The function cv.glmnet
from the R package glmnet does automatic cross-validation on a grid of $\lambda$ values used for $\ell_1$-penalized regression problems. In particular, for the lasso. The glmnet package also supports the more general elastic net penalty, which is a combination of $\ell_1$ and $\ell_2$ penalization. As of version 1.7.3. of the package taking the $\alpha$ parameter equal to 0 gives ridge regression (at least, this functionality was not documented until recently).

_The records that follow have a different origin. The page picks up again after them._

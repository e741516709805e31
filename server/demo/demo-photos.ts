// Stand-in "photos" for the demo parts: a plain studio backdrop with the part's outline, drawn with
// jimp, so the demo shelf has thumbnails without shipping anyone's pictures.
import { Jimp } from 'jimp';

export type Outline = 'ring' | 'box' | 'clip';

export async function demoPhoto(outline: Outline, tint: number): Promise<Buffer> {
  const width = 800;
  const height = 600;
  const image = new Jimp({ width, height, color: 0xe9ededff });
  const cx = width / 2;
  const cy = height / 2;
  const [r, g, b] = [(tint >> 16) & 255, (tint >> 8) & 255, tint & 255];
  image.scan(0, 0, width, height, (x, y, idx) => {
    const dx = x - cx;
    const dy = y - cy;
    const d = Math.hypot(dx, dy);
    const angle = Math.atan2(dy, dx);
    let inside = false;
    if (outline === 'ring') inside = d < 190 && d > 110;
    if (outline === 'clip') inside = d < 170 && d > 120 && Math.abs(angle) > 0.5;
    if (outline === 'box') inside = Math.abs(dx) < 250 && Math.abs(dy) < 140 && Math.hypot(dx - 150, dy) > 40;
    const shade = 1 - y / height / 4;
    const data = image.bitmap.data;
    if (inside) {
      data[idx] = r * shade;
      data[idx + 1] = g * shade;
      data[idx + 2] = b * shade;
    } else if (y > height * 0.8) {
      data[idx] = data[idx + 1] = data[idx + 2] = 200;
    }
  });
  return image.getBuffer('image/jpeg', { quality: 80 });
}
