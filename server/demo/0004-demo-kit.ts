// The demo member's prep day for the invented production "The Salt Road": two printers, their
// filament prices, and a car-unit kit of three shelf parts, shared read-only with the key grip.
// One item is printed in PLA on a car rig in sun, so the kit's summary shows a heat warning.
import type { SeedFn } from './seed';
import { Kit, KitItem, KitShare, Part, PartRevision, PriceSheet, Printer, Recipe, User } from '../db/models';
import { transact } from '../db/transaction';
import { DEMO_ACCOUNTS } from './0001-demo-crew';

const KIT_NAME = 'The Salt Road — car unit';

async function demoUser(role: 'member' | 'moderator'): Promise<User> {
  const account = DEMO_ACCOUNTS.find((a) => a.role === role)!;
  const user = await User.findOne({ where: { email: account.email } });
  if (!user) throw new Error(`the demo kit seeder needs the demo ${role} (seeder 0001)`);
  return user;
}

/** A published demo part by title, with its published recipe in the given material. */
async function shelfPart(title: string, material: string) {
  const revision = await PartRevision.findOne({ where: { title, status: 'published' } });
  const part = revision ? await Part.findByPk(revision.partId) : null;
  if (!revision || !part || part.publishedRevisionId !== revision.id)
    throw new Error(`the demo kit seeder needs the published demo part "${title}" (seeder 0003)`);
  const recipe = await Recipe.findOne({ where: { revisionId: revision.id, material } });
  if (!recipe) throw new Error(`the demo part "${title}" has no ${material} recipe`);
  return { part, recipe };
}

export const up: SeedFn = async ({ context: { sequelize } }) => {
  const member = await demoUser('member');
  const keyGrip = await demoUser('moderator');
  if (await Kit.findOne({ where: { ownerId: member.id, name: KIT_NAME } })) return;

  const yoke = await shelfPart('Dashboard monitor yoke', 'ASA');
  const spacer = await shelfPart('V-style plate spacer, 6 mm', 'PETG');
  const cradle = await shelfPart('Receiver cradle for 15 mm rods', 'PETG');

  await transact(sequelize, async (transaction) => {
    const cart = await Printer.create(
      {
        ownerId: member.id,
        name: 'Cart printer',
        bedXMm: 220,
        bedYMm: 220,
        bedZMm: 250,
        nozzleMm: 0.4,
        watts: 120,
        notes: 'Rides on the camera cart; enclosure panels in the blue case.',
      },
      { transaction },
    );
    const bigBox = await Printer.create(
      {
        ownerId: member.id,
        name: 'Big box',
        bedXMm: 300,
        bedYMm: 300,
        bedZMm: 300,
        nozzleMm: 0.4,
        watts: 350,
        notes: 'Stays at the unit base; enclosed, for ASA and ABS.',
      },
      { transaction },
    );
    await PriceSheet.upsert({ userId: member.id, pricesPerKg: { PLA: 21, PETG: 24, ASA: 30 }, pricePerKwh: 0.32 }, { transaction });

    const kit = await Kit.create(
      {
        ownerId: member.id,
        name: KIT_NAME,
        production: 'The Salt Road',
        startsOn: '2026-04-13',
        endsOn: '2026-04-24',
        locationNotes: 'Desert highway driving scenes: picture car on a low loader, monitor on the dashboard, sun on the windscreen from mid-morning.',
        heatExposure: 'vehicle-sun',
        printHoursPerDay: 8,
        printerPrice: 480,
      },
      { transaction },
    );
    const items = [
      { ...yoke, quantity: 2, material: null, printerId: bigBox.id, boughtPriceEach: 38, servicePriceEach: 16, serviceShipping: 9 },
      // printed in PLA to save time: the summary warns that it will soften on the dashboard
      { ...spacer, quantity: 2, material: 'PLA' as const, printerId: cart.id, boughtPriceEach: 24, servicePriceEach: null, serviceShipping: null },
      { ...cradle, quantity: 3, material: null, printerId: cart.id, boughtPriceEach: 19, servicePriceEach: 8, serviceShipping: 6 },
    ];
    await KitItem.bulkCreate(
      items.map((item, position) => ({
        kitId: kit.id,
        partId: item.part.id,
        position,
        quantity: item.quantity,
        recipeId: item.recipe.id,
        material: item.material,
        printerId: item.printerId,
        boughtPriceEach: item.boughtPriceEach,
        servicePriceEach: item.servicePriceEach,
        serviceShipping: item.serviceShipping,
      })),
      { transaction },
    );
    await KitShare.create({ kitId: kit.id, userId: keyGrip.id, access: 'read' }, { transaction });
  });
};
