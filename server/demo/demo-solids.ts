// Solid models for the demo shelf, built with a CAD library (@jscad/modeling) from 2D outlines
// extruded and combined, then written as binary STL. Sizes follow the trade conventions the parts
// name (15 and 19 mm rods, 1/4-20 clearance, module 0.8 teeth); they are shapes to look at and to
// estimate from, not drawings to print a rig from.
import jscad from '@jscad/modeling';
import { toBinaryStl } from './demo-meshes';

const { primitives, booleans, extrusions, transforms, geometries, modifiers } = jscad;
type Geom2 = ReturnType<typeof primitives.rectangle>;
type Geom3 = ReturnType<typeof primitives.cuboid>;
type Tri = [number, number, number, number, number, number, number, number, number];

const SEGMENTS = 40;
/** Clearance holes: 1/4-20 and 3/8-16 screws (common practice: nominal diameter + about 0.5 mm). */
export const HOLE_1_4 = 6.9;
export const HOLE_3_8 = 10;

const circle = (d: number, at: [number, number] = [0, 0]) => primitives.circle({ radius: d / 2, center: at, segments: SEGMENTS });
const rect = (w: number, h: number, at: [number, number] = [0, 0]) => primitives.rectangle({ size: [w, h], center: at });
const rounded = (w: number, h: number, r: number, at: [number, number] = [0, 0]) =>
  primitives.roundedRectangle({ size: [w, h], roundRadius: Math.min(r, w / 2 - 0.01, h / 2 - 0.01), center: at, segments: 16 });
const up = (h: number, shape: Geom2) => extrusions.extrudeLinear({ height: h }, shape);
const lift = (z: number, g: Geom3) => transforms.translate([0, 0, z], g);

/** Closed triangles as binary STL, T-junctions mended so every edge is shared by two facets. */
export function solidStl(geom: Geom3, name: string): Buffer {
  // the package's typings declare a default export where the runtime has the function itself
  const generalize = modifiers.generalize as unknown as (options: { snap?: boolean; triangulate?: boolean }, g: Geom3) => Geom3;
  const clean = generalize({ snap: true, triangulate: true }, geom);
  const tris: Tri[] = [];
  for (const polygon of geometries.geom3.toPolygons(clean)) {
    const v = polygon.vertices;
    for (let i = 1; i + 1 < v.length; i++) tris.push([...v[0], ...v[i], ...v[i + 1]] as Tri);
  }
  return toBinaryStl(tris, name);
}

/** A flat plate with screw holes along its length (cheese plates, spacers, risers). */
export function plate(x: number, y: number, t: number, holes: { d: number; at: [number, number] }[] = []): Geom3 {
  return up(t, booleans.subtract(rounded(x, y, 3), ...holes.map((h) => circle(h.d, h.at))));
}

/** A clamp block across one or two rods, slit to pinch; a pair has a mounting hole down through the bridge. */
export function rodClamp(rodD: number, centres: number | null, width: number, hole = HOLE_1_4): Geom3 {
  const span = (centres ?? 0) + rodD + 12;
  const height = rodD + 10;
  const bores = centres ? [-centres / 2, centres / 2] : [0];
  const side = booleans.subtract(
    rounded(span, height, 3, [0, height / 2]),
    ...bores.map((x) => circle(rodD + 0.3, [x, height / 2])),
    ...bores.map((x) => rect(1.5, height / 2, [x, height - height / 4 + 0.01])),
  );
  // the profile stands up (XZ) and is extruded through Y
  const body = transforms.translate([0, width / 2, 0], transforms.rotateX(Math.PI / 2, up(width, side)));
  if (!centres) return body;
  return booleans.subtract(body, transforms.translate([0, 0, -1], up(height + 2, circle(hole))));
}

/** A follow-focus gear ring: `teeth` at module `m`, with a bore for the lens barrel. */
export function gearRing(bore: number, teeth: number, m: number, width: number): Geom3 {
  const pitchR = (m * teeth) / 2;
  const outerR = pitchR + m;
  const rootR = pitchR - 1.25 * m;
  const points: [number, number][] = [];
  for (let i = 0; i < teeth; i++) {
    const a = (2 * Math.PI * i) / teeth;
    const step = (2 * Math.PI) / teeth;
    // a trapezoid tooth: root, flank, tip, flank
    for (const [f, r] of [
      [0, rootR],
      [0.2, rootR],
      [0.35, outerR],
      [0.65, outerR],
      [0.8, rootR],
    ] as const) {
      points.push([r * Math.cos(a + f * step), r * Math.sin(a + f * step)]);
    }
  }
  const outline = primitives.polygon({ points });
  return up(width, booleans.subtract(outline, primitives.circle({ radius: bore / 2, segments: 96 })));
}

/** A ring or tube: washers, spacers, port caps without their top. */
export function tube(outer: number, inner: number, h: number): Geom3 {
  return up(h, booleans.subtract(primitives.circle({ radius: outer / 2, segments: 64 }), primitives.circle({ radius: inner / 2, segments: 64 })));
}

/** A cap: a closed disc with a skirt that slips over a barrel or a port (its section turned round the axis). */
export function cap(inner: number, wall: number, depth: number, top = 2): Geom3 {
  const r = inner / 2;
  const section = primitives.polygon({
    points: [
      [0, 0],
      [r + wall, 0],
      [r + wall, depth + top],
      [r, depth + top],
      [r, top],
      [0, top],
    ],
  });
  return extrusions.extrudeRotate({ segments: 64 }, section);
}

/** An accessory-shoe foot (ISO 518 nominal: about 18.6 mm wide, 2 mm thick) under a square base. */
export function shoeFoot(baseW: number, baseH: number, hole = HOLE_1_4): Geom3 {
  const foot = up(2, rect(18.6, 18, [0, 0]));
  const neck = lift(1.999, up(2.5, rect(12, 16)));
  const base = lift(4.498, up(baseH, booleans.subtract(rounded(baseW, Math.max(baseW, 20), 2), circle(hole))));
  return booleans.union(foot, neck, base);
}

/** A snap-on clip: an open ring round a rod or cable, optionally a second one beside it. */
export function clip(d: number, wall: number, h: number, cables = 1): Geom3 {
  const one = (x: number) =>
    booleans.subtract(
      primitives.circle({ radius: d / 2 + wall, center: [x, 0], segments: 48 }),
      primitives.circle({ radius: d / 2, center: [x, 0], segments: 48 }),
      rect(d * 0.8, d, [x, d / 2 + wall / 2]),
    );
  const shapes = Array.from({ length: cables }, (_, i) => one(i * (d + wall)));
  return up(
    h,
    cables > 1 ? booleans.union(...shapes, rect((cables - 1) * (d + wall), wall * 2, [((cables - 1) * (d + wall)) / 2, -d / 2 - wall / 2])) : shapes[0],
  );
}

/** A dovetail: a V-grooved bar of the given width across its flats, cut to length. */
export function dovetail(width: number, length: number, t = 8): Geom3 {
  const w = width / 2;
  const outline = primitives.polygon({
    points: [
      [-w + t * 0.6, 0],
      [w - t * 0.6, 0],
      [w, t],
      [-w, t],
    ],
  });
  return transforms.rotateX(Math.PI / 2, up(length, booleans.subtract(outline, circle(HOLE_1_4, [0, t / 2]))));
}

/** A rail clamp: a block with a channel across its underside (for a MIL-STD-1913 rail, 21.2 mm over the top). */
export function railClamp(length: number): Geom3 {
  const outline = booleans.subtract(
    rounded(32, 16, 2, [0, 8]),
    primitives.polygon({
      points: [
        [-11, -0.01],
        [11, -0.01],
        [10.6, 3],
        [8, 6],
        [-8, 6],
        [-10.6, 3],
      ],
    }),
  );
  return transforms.rotateX(Math.PI / 2, up(length, outline));
}

/** An L bracket: a foot and an upright, each with a screw hole. */
export function lBracket(width: number, foot: number, rise: number, t: number): Geom3 {
  const outline = booleans.union(rect(foot, t, [foot / 2, t / 2]), rect(t, rise, [t / 2, rise / 2]));
  return transforms.rotateX(Math.PI / 2, up(width, outline));
}

/** A case insert: a block with pockets (width, depth) in a row, 2 mm of floor under them. */
export function tray(x: number, y: number, h: number, pockets: [number, number][]): Geom3 {
  let cursor = -x / 2 + 4;
  const holes: Geom3[] = [];
  for (const [w, d] of pockets) {
    holes.push(lift(2, up(h, rounded(w, d, 2, [cursor + w / 2, 0]))));
    cursor += w + 3;
  }
  return booleans.subtract(up(h, rounded(x, y, 3)), ...holes);
}

/** A battery-plate adapter: a plate with slots for the plate's studs or wedges and two mounting holes. */
export function batteryPlate(x: number, y: number, t: number, slots: [number, number][]): Geom3 {
  return up(
    t,
    booleans.subtract(rounded(x, y, 5), ...slots.map(([sx, sy]) => rounded(6, 14, 2.9, [sx, sy])), circle(HOLE_1_4, [-x / 4, 0]), circle(HOLE_1_4, [x / 4, 0])),
  );
}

Cross-validation is an estimate of the expected generalization error for each $\lambda$ and $\lambda$ can sensibly be chosen as the minimizer of this estimate. The cv.glmnet
function returns two values of $\lambda$. The minimizer, lambda.min
, and the always larger lambda.1se
, which is a heuristic choice of $\lambda$ producing a less complex model, for which the performance in terms of estimated expected generalization error is within one standard error of the minimum. Different choices of loss functions for measuring the generalization error are possible in the glmnet package. The argument type.measure
specifies the loss function.
Alternatively, the R package mgcv contains extensive possibilities for estimation with quadratic penalization including automatic selection of the penalty parameters. Methods implemented include generalized cross-validation and REML, as mentioned in a comment. More details can be found in the package authors book: Wood, S.N. (2006) Generalized Additive Models: an introduction with R, CRC.
Let's work with the lasso. Recall how a lasso regression model is fitted, given $\lambda$:
$$\min_{\beta\in\mathbb{R}^p}\left\{\frac{1}{N}\|y-X\beta\|_2^2-\lambda\|\beta\|_1\right\}$$
The first part of the summand gives the mean squared 2-norm of the residuals. The second part gives the 1-norm of the parameter vector (typically not including the intercept entry $\beta_0$).
There is no reason whatsoever these two components should be comparable in magnitude. Your model could fit very well, yielding small residuals, but need large parameters. Or the other way around. Plus, you may or may not first standardize your predictors, which will change the parameter estimates.
This applies to the estimate for $\beta$, given $\lambda$. Now, if you optimize $\lambda$, perhaps using cross-validation, this means that a priori you cannot say anything about the likely range of $\lambda$, other than $\lambda\geq 0$.
TL;DR: you appear to have misremembered. The optimum $\lambda$ in no way needs to be in some specific interval. Therefore, getting a "surprising" value does not tell you anything about the appropriateness (or not) of your lasso model.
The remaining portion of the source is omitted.